▶ [Saved data entries]:
..............................

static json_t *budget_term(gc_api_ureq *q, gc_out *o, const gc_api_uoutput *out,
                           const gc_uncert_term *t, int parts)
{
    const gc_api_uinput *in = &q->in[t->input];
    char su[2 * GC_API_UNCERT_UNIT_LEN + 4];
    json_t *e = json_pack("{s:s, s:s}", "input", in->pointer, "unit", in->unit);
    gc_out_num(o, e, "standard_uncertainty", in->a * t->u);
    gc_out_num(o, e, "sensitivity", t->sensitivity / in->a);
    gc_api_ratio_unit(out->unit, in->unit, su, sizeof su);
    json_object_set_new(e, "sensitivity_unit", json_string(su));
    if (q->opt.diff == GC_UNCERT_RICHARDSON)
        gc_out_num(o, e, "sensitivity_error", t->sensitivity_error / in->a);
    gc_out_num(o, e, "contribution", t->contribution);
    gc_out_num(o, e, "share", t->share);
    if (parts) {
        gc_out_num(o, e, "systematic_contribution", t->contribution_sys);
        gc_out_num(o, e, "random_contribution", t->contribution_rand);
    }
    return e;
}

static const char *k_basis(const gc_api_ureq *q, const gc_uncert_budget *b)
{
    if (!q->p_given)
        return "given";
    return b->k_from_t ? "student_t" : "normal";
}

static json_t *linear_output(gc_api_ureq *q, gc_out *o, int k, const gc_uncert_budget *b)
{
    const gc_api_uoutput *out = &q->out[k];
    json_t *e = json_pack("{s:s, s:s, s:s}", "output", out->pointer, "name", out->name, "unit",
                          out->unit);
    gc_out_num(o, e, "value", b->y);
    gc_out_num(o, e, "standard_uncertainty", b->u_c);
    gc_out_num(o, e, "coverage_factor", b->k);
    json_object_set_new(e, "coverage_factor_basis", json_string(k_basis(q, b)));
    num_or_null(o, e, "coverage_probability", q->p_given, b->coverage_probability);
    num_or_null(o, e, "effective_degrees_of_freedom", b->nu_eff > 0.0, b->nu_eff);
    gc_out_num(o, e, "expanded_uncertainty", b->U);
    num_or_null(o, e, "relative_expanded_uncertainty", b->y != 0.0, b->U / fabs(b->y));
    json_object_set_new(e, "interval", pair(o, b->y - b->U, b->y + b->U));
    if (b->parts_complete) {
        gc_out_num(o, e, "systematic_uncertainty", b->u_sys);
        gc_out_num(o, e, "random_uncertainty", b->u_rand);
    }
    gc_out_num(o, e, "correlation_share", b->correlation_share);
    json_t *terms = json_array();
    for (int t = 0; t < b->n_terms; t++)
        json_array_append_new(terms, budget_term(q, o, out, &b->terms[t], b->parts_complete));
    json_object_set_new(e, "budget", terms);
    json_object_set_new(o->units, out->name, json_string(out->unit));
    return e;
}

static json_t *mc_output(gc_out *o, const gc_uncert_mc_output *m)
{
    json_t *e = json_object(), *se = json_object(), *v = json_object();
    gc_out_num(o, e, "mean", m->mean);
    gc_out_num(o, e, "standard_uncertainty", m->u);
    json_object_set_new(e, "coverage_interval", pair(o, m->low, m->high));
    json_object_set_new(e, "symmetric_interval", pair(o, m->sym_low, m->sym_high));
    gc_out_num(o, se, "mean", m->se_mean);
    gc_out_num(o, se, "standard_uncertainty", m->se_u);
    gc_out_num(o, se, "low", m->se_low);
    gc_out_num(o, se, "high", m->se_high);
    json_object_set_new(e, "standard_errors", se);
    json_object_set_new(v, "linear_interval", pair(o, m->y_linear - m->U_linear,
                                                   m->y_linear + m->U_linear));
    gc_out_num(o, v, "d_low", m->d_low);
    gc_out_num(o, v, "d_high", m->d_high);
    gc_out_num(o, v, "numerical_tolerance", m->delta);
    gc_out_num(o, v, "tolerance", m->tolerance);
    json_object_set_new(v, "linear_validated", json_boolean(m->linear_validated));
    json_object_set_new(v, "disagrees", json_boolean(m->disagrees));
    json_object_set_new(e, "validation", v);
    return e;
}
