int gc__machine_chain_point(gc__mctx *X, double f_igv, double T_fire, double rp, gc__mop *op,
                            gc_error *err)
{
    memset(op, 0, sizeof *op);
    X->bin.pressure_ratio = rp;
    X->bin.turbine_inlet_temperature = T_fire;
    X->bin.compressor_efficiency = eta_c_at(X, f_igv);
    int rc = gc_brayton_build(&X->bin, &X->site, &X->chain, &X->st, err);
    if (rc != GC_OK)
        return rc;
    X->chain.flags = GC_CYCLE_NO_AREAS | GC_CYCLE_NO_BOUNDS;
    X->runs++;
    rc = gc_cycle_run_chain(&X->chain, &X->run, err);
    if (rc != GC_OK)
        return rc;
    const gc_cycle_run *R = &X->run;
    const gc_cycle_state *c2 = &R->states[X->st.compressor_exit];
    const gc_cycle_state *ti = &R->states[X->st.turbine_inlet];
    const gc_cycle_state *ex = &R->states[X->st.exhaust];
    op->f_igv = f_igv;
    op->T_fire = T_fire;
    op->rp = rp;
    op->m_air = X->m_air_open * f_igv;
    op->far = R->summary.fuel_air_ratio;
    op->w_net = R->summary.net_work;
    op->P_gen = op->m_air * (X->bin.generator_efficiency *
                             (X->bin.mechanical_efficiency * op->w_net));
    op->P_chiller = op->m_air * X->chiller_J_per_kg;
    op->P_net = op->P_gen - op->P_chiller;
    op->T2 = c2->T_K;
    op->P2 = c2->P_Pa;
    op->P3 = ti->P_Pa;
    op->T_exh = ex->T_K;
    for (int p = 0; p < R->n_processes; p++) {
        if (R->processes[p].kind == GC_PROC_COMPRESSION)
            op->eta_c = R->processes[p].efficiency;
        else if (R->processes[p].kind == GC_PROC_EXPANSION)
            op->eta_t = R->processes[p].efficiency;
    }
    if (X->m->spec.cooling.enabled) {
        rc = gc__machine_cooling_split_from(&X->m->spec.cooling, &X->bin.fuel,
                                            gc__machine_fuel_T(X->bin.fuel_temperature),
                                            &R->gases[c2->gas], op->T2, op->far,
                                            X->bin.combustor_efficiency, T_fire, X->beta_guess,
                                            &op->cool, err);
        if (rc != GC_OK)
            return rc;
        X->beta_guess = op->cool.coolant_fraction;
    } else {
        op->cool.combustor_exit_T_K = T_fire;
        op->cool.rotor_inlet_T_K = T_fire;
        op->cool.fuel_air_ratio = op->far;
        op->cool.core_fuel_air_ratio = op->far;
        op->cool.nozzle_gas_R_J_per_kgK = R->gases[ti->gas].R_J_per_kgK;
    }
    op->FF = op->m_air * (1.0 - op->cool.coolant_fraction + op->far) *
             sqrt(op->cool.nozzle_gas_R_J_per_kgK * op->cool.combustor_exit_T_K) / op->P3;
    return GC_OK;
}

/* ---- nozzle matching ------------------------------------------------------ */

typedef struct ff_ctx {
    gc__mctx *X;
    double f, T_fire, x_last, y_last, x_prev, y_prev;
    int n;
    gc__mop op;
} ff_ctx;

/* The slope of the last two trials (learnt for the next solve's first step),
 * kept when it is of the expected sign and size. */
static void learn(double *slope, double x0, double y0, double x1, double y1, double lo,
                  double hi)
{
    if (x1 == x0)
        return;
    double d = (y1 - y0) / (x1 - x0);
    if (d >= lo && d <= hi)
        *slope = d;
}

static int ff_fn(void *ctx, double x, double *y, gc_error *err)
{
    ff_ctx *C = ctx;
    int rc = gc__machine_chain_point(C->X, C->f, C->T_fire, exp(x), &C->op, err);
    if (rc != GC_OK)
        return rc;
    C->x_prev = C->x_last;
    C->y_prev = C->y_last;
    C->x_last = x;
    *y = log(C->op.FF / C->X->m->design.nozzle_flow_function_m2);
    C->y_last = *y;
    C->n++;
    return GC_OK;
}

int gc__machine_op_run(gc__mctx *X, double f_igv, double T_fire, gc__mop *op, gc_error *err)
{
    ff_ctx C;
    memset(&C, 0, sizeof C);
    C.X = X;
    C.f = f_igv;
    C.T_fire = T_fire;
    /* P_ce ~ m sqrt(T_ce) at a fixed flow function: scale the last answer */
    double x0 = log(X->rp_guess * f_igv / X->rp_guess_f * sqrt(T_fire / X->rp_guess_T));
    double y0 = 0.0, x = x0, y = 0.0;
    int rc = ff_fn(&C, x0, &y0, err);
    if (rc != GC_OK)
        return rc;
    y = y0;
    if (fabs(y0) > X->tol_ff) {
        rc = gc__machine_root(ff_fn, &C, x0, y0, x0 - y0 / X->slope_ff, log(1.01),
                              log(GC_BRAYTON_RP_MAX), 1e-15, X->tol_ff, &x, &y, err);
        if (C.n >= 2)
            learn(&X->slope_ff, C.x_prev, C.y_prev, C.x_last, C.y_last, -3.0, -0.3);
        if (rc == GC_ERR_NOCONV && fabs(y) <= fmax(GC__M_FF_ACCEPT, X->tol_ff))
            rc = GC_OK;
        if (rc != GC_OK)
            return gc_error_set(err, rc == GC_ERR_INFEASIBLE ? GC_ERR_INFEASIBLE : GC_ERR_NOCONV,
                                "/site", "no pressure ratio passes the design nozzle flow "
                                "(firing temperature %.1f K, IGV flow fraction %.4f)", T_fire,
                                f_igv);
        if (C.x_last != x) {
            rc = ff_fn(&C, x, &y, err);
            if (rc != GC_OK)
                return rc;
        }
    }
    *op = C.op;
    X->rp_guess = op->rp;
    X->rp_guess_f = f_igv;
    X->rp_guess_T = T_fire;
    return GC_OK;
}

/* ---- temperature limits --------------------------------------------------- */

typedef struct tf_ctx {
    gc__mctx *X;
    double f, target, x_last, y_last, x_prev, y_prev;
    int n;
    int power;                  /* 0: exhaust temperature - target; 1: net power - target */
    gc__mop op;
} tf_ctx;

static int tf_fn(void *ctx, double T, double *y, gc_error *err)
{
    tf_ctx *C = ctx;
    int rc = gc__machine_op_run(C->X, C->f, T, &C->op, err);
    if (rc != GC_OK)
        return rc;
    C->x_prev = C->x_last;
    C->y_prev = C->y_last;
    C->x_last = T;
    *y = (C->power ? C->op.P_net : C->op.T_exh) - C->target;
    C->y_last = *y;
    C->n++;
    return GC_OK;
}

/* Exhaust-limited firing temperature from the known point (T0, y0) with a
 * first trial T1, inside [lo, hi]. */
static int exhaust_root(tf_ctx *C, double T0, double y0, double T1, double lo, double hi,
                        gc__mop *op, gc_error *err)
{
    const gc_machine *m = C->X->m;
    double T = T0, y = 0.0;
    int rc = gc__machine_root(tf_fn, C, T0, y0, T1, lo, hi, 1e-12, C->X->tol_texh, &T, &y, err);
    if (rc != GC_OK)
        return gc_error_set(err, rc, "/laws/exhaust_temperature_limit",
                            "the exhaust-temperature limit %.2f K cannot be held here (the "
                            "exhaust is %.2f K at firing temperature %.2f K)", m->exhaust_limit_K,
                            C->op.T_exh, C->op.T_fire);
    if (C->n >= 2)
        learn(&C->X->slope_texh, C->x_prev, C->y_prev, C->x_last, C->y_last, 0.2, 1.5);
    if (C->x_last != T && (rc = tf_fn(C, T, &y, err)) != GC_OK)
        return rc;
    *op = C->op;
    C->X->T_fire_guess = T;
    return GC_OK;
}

..............................

▶ [ACTIVITY]: From the first line of the records above to the line that contains "if (q->opt.diff == GC_UNCERT_RICHARDSON)", quote each line exactly.

▶ [RESULT OF THIS EXERCISE]:
static json_t *budget_term(gc_api_ureq *q, gc_out *o, const gc_api_uoutput *out,
                           const gc_uncert_term *t, int parts)
{
    const gc_api_uinput *in = &q->in[t->input];
    char su[2 * GC_API_UNCERT_UNIT_LEN + 4];
    json_t *e = json_pack("{s:s, s:s}", "input", in->pointer, "unit", in->unit);
    gc_out_num(o, e, "standard_uncertainty", in->a * t->u);
    gc_out_num(o, e, "sensitivity", t->sensitivity / in->a);
    gc_api_ratio_unit(out->unit, in->unit, su, sizeof su);
    json_object_set_new(e, "sensitivity_unit", json_string(su));
    if (q->opt.diff == GC_UNCERT_RICHARDSON)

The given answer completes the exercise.